= REQUIRED WORK =
The reply should consist of one number, which is how many lines in the material below contain "lengths".

━━━ ENTRIES SHOWN

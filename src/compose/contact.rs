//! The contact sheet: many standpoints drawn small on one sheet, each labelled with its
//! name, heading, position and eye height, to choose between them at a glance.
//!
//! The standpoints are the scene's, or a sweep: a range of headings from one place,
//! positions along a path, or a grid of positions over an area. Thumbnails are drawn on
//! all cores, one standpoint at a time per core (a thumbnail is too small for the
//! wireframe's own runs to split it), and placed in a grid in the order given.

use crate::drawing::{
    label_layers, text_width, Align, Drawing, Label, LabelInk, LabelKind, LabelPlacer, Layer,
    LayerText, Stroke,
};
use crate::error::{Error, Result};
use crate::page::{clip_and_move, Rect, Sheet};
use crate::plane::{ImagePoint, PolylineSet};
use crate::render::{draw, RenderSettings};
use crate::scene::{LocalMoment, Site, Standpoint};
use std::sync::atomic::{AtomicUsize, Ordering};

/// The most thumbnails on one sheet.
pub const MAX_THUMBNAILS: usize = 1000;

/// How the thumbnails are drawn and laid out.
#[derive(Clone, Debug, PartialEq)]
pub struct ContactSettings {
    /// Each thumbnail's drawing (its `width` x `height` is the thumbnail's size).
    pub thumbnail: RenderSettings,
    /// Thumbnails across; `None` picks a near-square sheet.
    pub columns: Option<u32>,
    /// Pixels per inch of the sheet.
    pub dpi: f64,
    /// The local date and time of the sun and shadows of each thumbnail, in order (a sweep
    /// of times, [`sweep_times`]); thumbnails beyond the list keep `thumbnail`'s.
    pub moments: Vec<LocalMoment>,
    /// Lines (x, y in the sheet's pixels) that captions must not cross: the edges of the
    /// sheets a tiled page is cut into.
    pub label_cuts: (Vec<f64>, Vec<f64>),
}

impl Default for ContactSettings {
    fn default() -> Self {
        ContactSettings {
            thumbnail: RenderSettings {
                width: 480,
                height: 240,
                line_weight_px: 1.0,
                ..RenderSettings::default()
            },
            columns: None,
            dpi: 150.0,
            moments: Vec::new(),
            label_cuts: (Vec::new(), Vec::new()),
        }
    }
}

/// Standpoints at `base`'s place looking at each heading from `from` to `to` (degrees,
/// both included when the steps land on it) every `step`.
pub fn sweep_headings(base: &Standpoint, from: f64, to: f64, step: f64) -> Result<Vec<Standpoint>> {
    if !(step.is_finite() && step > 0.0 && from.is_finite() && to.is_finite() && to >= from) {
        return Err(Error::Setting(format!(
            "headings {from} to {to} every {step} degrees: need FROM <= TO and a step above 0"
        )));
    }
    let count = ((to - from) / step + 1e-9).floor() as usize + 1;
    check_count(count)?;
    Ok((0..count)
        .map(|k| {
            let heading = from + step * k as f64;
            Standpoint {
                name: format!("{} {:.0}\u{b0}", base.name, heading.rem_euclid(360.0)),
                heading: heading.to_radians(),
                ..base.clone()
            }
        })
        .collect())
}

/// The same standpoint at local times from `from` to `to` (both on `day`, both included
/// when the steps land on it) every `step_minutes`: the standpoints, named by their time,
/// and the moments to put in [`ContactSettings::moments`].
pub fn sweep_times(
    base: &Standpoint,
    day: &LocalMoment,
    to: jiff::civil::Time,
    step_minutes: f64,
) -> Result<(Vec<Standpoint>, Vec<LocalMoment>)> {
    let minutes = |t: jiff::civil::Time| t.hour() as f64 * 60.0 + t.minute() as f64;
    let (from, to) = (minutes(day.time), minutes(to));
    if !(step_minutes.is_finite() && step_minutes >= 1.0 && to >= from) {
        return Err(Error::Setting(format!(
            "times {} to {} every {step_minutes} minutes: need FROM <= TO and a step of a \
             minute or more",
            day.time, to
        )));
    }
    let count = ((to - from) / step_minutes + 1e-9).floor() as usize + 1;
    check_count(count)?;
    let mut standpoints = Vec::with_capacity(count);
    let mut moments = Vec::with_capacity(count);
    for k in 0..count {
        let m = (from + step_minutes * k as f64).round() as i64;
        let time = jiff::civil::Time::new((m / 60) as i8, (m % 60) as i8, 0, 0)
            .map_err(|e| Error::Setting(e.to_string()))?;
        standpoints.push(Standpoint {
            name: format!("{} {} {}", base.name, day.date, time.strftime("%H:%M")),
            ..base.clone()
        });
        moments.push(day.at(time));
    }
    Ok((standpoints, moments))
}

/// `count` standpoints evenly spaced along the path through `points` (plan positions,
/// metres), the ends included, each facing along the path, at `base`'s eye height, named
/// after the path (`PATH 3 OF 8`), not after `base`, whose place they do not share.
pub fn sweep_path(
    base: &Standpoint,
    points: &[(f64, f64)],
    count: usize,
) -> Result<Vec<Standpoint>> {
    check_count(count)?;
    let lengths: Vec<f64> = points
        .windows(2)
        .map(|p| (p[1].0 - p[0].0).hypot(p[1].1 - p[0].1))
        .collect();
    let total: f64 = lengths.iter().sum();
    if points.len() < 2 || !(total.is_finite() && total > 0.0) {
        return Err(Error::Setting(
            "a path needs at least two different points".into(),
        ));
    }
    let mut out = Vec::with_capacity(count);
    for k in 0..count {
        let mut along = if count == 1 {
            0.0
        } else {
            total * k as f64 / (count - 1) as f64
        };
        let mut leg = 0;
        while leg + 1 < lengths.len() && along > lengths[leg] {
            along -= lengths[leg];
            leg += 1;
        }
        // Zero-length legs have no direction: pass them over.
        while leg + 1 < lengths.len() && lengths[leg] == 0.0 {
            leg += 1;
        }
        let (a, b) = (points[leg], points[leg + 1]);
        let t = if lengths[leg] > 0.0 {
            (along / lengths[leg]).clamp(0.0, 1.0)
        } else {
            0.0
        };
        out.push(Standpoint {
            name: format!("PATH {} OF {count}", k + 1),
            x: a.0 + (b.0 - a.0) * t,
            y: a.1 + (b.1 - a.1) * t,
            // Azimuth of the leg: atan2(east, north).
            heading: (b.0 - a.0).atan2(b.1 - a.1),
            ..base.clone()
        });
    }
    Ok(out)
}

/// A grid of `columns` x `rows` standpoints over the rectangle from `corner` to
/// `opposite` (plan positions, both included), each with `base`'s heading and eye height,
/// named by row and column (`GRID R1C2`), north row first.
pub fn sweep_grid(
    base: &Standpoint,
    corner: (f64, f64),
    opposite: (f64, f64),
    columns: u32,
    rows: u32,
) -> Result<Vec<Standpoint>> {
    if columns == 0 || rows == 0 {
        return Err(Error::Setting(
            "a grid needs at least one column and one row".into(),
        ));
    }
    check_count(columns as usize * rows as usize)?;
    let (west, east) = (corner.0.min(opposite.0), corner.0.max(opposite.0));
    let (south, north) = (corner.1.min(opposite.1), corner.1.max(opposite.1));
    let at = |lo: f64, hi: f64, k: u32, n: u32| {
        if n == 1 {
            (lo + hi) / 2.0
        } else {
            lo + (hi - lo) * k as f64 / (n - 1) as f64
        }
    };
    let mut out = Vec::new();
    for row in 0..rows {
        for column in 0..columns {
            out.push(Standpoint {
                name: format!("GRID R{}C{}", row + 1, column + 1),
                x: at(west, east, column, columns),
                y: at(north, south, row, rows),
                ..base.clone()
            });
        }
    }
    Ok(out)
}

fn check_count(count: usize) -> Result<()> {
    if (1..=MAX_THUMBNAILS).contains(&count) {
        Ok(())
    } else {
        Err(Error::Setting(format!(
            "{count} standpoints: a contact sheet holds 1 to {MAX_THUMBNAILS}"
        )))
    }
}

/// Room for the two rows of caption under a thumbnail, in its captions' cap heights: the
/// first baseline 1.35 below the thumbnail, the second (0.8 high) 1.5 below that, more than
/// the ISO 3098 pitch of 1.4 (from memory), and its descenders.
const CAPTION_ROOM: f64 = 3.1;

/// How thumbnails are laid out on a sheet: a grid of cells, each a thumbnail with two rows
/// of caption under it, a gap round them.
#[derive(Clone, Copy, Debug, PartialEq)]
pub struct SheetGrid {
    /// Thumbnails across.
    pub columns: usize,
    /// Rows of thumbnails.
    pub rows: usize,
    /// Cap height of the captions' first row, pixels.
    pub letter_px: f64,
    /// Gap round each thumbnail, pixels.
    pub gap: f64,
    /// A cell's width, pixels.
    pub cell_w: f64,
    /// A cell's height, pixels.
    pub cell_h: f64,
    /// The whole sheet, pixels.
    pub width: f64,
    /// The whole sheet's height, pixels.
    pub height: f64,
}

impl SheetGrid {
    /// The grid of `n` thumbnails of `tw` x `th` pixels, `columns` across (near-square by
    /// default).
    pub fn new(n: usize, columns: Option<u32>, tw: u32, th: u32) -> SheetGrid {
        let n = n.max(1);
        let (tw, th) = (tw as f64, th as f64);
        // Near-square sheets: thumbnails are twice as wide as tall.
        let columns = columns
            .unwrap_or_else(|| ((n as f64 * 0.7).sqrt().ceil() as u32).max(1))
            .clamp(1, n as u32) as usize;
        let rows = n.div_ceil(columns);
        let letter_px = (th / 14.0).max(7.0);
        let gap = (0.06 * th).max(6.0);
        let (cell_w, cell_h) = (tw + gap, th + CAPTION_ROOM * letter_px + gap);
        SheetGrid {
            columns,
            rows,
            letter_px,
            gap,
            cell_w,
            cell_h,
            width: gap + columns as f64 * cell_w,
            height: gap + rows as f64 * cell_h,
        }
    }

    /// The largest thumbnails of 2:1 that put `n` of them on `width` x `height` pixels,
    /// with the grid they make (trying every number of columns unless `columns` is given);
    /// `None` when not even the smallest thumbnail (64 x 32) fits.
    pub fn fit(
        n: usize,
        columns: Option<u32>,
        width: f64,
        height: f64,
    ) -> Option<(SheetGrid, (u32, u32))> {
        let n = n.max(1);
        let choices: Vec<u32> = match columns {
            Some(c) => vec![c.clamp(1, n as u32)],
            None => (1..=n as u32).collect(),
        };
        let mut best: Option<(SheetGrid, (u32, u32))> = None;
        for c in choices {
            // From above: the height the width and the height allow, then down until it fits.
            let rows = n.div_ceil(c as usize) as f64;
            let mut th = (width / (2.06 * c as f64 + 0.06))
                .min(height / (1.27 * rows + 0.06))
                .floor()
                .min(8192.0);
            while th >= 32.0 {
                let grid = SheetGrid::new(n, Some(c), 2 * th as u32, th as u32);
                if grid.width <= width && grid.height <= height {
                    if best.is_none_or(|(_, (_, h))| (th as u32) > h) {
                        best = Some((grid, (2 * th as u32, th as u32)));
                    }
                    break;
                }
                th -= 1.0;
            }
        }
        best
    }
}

━━━━━━

= RESPONSE TO THIS EXERCISE =
7